* Source records

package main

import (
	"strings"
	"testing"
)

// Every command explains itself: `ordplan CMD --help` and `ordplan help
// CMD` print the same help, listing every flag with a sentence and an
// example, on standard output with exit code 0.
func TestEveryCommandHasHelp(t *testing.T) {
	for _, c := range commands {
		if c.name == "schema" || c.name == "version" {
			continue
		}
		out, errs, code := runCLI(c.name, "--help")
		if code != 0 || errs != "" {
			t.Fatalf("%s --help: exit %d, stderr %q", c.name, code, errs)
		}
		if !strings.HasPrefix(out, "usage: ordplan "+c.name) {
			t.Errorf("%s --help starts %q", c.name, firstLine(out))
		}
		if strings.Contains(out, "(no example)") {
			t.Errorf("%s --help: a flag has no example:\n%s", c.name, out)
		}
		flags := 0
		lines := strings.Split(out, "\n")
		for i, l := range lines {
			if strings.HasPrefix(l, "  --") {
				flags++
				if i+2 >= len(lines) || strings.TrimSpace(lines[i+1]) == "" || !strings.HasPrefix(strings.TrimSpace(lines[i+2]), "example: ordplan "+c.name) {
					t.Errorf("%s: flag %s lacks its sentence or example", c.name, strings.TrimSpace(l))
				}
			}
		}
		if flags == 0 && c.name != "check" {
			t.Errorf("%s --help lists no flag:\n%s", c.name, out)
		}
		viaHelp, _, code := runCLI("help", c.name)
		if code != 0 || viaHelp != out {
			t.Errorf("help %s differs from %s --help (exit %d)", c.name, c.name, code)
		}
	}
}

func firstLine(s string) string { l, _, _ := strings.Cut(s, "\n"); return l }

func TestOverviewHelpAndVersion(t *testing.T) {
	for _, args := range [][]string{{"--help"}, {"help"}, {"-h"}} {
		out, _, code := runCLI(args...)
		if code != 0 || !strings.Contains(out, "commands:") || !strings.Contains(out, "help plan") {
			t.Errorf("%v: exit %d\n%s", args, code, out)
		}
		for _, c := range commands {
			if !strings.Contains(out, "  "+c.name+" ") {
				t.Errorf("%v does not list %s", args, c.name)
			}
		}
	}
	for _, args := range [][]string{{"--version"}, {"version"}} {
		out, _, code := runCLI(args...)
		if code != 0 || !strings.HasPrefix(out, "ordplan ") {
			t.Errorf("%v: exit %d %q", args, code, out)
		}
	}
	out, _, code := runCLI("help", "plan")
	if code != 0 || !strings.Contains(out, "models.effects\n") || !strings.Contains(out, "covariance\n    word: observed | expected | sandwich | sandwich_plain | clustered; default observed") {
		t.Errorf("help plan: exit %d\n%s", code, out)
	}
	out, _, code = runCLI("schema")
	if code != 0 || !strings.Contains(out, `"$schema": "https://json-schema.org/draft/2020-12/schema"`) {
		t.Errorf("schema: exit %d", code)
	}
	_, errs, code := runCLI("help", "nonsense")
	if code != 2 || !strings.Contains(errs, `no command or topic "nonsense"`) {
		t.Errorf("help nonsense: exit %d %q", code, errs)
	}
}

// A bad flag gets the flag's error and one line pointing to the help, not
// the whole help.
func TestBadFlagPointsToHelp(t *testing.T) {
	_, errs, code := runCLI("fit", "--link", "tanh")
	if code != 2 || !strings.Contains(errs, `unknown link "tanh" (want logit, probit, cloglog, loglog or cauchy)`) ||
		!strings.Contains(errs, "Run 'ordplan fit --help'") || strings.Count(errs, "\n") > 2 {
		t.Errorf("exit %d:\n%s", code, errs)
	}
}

---

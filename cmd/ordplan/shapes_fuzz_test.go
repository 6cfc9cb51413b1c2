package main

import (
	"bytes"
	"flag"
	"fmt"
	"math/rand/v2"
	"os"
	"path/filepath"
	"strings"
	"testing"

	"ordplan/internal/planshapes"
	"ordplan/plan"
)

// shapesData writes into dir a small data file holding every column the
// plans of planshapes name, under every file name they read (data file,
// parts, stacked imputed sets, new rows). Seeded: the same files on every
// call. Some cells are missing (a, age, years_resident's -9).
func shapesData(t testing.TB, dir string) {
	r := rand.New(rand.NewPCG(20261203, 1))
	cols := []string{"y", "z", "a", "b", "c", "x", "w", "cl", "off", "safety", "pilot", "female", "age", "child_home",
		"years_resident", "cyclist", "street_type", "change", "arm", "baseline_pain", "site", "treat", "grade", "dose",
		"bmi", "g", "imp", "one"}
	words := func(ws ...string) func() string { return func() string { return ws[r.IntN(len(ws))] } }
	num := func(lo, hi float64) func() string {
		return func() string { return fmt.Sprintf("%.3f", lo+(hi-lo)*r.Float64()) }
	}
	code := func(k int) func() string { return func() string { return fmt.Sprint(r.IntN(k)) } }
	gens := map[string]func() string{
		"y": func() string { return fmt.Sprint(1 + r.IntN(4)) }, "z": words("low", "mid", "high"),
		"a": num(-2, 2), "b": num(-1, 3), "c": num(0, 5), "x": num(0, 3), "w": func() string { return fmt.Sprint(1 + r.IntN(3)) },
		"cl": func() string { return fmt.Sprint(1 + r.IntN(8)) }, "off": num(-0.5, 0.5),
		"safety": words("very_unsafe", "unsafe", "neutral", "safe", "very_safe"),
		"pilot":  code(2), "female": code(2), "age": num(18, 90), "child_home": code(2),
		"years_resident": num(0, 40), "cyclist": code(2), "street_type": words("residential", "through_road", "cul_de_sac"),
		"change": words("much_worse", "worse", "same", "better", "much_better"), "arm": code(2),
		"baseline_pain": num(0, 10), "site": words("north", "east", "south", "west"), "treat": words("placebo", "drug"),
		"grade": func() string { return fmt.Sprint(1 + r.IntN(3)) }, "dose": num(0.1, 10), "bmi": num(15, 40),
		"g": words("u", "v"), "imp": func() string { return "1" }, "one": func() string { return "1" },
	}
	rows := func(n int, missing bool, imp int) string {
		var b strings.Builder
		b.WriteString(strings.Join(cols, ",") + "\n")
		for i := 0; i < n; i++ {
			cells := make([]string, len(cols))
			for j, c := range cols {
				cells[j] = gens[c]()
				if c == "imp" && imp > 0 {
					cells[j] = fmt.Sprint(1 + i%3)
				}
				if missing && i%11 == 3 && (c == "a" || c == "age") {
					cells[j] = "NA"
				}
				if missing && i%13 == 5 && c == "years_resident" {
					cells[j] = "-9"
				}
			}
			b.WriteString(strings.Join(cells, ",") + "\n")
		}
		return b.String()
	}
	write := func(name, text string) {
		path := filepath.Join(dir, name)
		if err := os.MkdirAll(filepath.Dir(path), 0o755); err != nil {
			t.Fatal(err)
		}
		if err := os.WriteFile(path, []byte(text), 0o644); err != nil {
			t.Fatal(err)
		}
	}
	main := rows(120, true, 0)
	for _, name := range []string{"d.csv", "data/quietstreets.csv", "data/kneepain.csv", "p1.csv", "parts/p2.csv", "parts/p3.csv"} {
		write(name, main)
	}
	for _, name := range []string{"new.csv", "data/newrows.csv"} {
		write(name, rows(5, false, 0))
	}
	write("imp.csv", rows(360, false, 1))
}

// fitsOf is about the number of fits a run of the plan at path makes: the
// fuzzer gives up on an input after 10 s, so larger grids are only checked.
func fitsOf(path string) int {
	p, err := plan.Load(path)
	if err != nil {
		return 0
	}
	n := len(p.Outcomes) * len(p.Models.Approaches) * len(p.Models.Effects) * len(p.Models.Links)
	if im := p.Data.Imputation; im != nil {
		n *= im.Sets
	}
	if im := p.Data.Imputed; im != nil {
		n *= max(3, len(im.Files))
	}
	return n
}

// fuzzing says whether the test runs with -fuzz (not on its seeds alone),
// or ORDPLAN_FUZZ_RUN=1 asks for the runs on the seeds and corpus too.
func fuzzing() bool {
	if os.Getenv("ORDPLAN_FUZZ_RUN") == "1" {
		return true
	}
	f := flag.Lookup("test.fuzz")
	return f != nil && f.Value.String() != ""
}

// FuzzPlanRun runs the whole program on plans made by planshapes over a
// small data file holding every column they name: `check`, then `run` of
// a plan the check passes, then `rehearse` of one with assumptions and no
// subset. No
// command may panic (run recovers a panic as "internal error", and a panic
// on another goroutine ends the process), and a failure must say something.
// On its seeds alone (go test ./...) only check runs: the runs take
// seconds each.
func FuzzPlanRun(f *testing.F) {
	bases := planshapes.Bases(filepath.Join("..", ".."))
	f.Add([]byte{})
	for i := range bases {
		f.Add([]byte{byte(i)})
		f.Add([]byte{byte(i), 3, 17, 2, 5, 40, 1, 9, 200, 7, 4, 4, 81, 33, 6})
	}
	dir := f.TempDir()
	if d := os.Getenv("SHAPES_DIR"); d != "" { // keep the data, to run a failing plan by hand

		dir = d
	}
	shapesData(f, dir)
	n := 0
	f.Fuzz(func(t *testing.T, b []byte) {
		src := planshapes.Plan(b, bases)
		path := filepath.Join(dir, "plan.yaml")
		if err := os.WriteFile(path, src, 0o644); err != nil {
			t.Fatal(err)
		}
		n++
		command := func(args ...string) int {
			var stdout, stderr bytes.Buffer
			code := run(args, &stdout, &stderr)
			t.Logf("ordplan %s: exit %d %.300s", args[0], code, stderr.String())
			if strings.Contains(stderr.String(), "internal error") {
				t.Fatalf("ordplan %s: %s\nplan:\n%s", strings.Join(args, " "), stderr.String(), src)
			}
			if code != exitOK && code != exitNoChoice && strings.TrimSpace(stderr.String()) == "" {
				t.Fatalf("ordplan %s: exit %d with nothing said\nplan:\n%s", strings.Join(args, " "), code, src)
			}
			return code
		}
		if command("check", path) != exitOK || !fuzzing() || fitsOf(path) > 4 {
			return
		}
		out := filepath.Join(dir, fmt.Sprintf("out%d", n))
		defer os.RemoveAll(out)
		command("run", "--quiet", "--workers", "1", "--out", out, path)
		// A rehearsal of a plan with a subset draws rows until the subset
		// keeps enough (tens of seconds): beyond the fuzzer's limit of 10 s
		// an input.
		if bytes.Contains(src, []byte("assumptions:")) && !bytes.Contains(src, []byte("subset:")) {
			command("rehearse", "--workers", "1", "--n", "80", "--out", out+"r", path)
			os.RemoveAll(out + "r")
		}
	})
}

--

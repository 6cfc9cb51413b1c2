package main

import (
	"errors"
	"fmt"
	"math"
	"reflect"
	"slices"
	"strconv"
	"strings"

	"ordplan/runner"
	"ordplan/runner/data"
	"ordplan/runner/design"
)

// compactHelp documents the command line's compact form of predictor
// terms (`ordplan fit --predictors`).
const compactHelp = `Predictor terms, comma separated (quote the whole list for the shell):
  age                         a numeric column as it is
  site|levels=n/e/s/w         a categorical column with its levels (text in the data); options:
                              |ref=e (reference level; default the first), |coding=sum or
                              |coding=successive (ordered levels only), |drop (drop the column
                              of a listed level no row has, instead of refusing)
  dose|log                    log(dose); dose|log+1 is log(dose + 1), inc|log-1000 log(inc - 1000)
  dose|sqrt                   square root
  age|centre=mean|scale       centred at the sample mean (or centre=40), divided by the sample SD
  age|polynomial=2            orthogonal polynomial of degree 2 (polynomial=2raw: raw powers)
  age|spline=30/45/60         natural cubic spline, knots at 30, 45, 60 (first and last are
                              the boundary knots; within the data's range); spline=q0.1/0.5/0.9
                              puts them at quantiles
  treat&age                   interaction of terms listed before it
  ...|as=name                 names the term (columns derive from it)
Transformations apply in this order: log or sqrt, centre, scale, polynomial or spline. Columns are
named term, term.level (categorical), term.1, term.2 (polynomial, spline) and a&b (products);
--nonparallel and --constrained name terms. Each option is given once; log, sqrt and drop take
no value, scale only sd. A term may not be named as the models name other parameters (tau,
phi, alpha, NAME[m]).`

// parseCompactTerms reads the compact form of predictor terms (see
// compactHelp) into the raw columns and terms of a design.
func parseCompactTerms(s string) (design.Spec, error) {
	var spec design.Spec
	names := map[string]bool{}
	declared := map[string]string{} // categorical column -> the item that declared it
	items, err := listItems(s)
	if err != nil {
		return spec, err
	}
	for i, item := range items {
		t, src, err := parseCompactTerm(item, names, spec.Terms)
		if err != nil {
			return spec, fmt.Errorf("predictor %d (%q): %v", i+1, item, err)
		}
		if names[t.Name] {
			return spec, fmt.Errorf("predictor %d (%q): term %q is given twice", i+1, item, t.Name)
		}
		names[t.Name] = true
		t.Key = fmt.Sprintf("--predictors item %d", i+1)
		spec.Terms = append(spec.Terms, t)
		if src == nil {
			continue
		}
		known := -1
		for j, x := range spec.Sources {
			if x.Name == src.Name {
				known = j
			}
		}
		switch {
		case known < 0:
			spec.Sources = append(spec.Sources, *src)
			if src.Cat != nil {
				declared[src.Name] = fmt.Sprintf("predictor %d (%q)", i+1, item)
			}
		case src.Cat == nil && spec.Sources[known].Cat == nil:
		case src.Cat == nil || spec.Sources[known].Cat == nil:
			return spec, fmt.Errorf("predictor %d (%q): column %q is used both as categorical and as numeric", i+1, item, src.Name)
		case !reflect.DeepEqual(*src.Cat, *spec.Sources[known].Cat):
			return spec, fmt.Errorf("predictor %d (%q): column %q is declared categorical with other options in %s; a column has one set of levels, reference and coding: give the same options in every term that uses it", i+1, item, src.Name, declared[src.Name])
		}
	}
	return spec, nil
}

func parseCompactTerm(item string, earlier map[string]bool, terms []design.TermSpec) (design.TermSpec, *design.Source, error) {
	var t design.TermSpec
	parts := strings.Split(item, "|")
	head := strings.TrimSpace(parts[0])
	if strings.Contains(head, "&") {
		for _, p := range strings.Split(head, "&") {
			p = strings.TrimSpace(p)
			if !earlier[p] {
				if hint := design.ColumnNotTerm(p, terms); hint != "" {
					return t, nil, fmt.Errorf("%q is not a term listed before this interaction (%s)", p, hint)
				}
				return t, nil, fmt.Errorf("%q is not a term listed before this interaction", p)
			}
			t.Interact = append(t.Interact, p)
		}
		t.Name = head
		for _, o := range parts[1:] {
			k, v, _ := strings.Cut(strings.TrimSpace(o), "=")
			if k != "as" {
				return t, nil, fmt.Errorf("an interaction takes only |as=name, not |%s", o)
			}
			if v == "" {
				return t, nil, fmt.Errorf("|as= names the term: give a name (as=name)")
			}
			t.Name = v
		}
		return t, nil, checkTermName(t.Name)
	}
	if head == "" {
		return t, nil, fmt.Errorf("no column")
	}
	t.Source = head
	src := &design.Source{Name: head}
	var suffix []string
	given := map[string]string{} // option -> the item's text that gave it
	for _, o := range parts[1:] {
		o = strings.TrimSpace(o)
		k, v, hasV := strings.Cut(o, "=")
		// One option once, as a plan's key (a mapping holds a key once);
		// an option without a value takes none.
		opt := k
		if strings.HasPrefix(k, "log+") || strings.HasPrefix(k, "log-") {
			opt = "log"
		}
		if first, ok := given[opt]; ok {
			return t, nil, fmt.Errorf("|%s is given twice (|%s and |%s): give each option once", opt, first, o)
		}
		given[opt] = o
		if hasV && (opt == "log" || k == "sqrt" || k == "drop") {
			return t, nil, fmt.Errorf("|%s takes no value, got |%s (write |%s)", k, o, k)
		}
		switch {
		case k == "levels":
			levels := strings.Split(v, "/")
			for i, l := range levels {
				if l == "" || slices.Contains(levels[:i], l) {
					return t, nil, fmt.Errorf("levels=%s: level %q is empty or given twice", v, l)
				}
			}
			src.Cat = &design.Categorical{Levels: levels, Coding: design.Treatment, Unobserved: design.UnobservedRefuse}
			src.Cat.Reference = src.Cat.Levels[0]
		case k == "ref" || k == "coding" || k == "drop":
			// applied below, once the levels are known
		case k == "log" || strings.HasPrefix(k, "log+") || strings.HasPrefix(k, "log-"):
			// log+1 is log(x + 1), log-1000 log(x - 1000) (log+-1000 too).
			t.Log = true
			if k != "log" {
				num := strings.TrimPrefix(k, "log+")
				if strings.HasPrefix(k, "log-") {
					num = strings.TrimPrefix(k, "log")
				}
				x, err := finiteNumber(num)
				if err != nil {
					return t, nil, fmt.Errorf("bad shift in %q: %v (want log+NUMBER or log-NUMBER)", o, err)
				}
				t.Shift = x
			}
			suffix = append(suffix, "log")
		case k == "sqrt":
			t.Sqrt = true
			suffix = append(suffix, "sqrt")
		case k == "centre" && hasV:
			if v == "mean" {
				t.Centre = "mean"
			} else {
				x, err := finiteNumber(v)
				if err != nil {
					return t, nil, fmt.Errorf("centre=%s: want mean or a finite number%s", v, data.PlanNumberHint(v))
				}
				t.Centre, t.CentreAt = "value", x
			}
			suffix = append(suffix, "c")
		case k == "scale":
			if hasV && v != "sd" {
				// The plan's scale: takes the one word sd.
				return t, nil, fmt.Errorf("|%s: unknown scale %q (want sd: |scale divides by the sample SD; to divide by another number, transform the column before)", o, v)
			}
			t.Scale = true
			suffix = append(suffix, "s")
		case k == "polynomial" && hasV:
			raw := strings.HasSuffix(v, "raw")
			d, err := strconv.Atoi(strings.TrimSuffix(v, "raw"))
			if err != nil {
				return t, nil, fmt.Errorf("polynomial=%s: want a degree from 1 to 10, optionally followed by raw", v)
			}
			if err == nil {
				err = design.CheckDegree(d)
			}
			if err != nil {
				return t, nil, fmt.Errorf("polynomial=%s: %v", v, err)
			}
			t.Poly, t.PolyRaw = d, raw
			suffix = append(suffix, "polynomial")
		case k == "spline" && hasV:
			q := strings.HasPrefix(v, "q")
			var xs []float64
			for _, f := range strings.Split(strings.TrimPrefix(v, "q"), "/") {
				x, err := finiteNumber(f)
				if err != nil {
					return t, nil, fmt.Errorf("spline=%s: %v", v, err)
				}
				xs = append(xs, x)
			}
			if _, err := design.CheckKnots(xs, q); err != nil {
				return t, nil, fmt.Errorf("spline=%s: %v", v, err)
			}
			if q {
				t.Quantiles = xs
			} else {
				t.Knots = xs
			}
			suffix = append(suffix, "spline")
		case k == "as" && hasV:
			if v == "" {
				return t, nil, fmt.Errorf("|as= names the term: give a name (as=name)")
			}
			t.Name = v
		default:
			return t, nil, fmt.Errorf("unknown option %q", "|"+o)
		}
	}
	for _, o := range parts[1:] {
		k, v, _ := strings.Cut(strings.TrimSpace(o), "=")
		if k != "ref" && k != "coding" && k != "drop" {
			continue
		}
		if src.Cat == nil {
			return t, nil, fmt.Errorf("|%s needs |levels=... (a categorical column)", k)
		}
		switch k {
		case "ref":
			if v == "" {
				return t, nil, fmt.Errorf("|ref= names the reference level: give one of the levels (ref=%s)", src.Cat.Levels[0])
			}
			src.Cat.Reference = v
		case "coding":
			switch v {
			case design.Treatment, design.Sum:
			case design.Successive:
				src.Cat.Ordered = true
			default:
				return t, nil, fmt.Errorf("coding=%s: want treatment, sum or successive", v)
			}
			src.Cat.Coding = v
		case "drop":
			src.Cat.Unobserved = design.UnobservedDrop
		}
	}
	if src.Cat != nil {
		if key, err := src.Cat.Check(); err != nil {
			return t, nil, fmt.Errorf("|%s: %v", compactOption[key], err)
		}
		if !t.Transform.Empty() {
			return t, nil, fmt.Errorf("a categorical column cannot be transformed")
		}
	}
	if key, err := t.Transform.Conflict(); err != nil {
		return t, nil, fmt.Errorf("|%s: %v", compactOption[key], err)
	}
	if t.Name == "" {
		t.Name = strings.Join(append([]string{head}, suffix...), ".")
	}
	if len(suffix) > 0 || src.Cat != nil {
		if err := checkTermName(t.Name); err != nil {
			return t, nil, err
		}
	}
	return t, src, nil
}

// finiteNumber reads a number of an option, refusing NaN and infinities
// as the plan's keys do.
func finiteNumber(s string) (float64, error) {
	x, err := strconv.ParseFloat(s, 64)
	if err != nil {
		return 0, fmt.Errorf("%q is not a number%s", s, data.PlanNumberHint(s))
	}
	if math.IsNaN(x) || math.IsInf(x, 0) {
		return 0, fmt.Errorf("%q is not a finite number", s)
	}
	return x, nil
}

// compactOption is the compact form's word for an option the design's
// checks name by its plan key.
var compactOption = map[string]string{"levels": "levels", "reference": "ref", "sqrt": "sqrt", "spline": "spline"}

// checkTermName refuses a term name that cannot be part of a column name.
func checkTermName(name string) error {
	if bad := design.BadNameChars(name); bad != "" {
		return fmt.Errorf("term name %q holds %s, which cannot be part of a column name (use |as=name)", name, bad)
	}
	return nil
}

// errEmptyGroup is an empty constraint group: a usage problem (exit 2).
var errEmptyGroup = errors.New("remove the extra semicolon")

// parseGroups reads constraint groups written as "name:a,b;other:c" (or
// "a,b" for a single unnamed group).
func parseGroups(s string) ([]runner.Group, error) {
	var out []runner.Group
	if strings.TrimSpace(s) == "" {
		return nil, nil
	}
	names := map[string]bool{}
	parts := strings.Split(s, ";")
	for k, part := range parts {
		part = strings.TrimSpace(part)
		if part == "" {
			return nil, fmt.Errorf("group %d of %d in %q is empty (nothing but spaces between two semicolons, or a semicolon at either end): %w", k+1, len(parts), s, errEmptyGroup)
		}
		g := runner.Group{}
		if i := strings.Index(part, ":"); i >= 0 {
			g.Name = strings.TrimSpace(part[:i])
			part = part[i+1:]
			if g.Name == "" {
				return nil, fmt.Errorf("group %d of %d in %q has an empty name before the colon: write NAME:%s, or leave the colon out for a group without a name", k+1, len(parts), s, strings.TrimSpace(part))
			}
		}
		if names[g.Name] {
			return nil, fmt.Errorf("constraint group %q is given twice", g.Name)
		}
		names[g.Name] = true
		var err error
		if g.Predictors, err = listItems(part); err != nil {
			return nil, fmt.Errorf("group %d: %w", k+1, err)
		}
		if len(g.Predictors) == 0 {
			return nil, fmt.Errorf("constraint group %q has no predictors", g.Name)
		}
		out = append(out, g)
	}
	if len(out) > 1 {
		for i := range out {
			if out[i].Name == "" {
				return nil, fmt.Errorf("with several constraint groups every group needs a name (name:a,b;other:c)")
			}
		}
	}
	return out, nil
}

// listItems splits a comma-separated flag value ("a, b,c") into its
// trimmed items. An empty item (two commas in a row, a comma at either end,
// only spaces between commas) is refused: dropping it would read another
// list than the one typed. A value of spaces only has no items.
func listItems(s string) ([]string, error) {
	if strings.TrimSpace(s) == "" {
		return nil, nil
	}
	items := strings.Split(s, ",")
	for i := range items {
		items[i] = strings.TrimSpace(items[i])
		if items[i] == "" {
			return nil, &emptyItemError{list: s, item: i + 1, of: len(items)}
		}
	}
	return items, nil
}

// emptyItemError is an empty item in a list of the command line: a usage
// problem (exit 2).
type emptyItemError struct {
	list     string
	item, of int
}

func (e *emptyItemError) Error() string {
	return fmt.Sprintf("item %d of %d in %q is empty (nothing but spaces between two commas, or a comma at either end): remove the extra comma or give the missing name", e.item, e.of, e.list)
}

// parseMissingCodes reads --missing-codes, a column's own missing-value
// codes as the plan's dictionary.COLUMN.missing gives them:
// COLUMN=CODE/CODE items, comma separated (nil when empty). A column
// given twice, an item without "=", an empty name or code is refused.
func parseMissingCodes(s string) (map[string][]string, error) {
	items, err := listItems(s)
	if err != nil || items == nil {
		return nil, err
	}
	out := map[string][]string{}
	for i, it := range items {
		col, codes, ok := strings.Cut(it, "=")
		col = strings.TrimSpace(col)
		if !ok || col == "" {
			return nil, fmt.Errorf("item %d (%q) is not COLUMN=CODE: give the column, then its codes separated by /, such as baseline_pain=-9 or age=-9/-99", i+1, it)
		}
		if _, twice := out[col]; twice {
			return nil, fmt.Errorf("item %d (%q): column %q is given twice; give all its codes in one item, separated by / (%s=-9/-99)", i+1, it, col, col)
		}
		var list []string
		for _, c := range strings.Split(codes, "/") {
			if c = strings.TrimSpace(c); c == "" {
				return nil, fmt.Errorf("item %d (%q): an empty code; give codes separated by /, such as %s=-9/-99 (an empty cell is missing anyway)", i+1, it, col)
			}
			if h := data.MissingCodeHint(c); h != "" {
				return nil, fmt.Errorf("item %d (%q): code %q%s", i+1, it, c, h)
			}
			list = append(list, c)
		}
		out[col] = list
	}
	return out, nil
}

* PROBLEM DESCRIPTION
Whenever a line of the entries contains the string "shapesData", copy that line.

* ANSWER BOX
// shapesData writes into dir a small data file holding every column the
func shapesData(t testing.TB, dir string) {
	shapesData(f, dir)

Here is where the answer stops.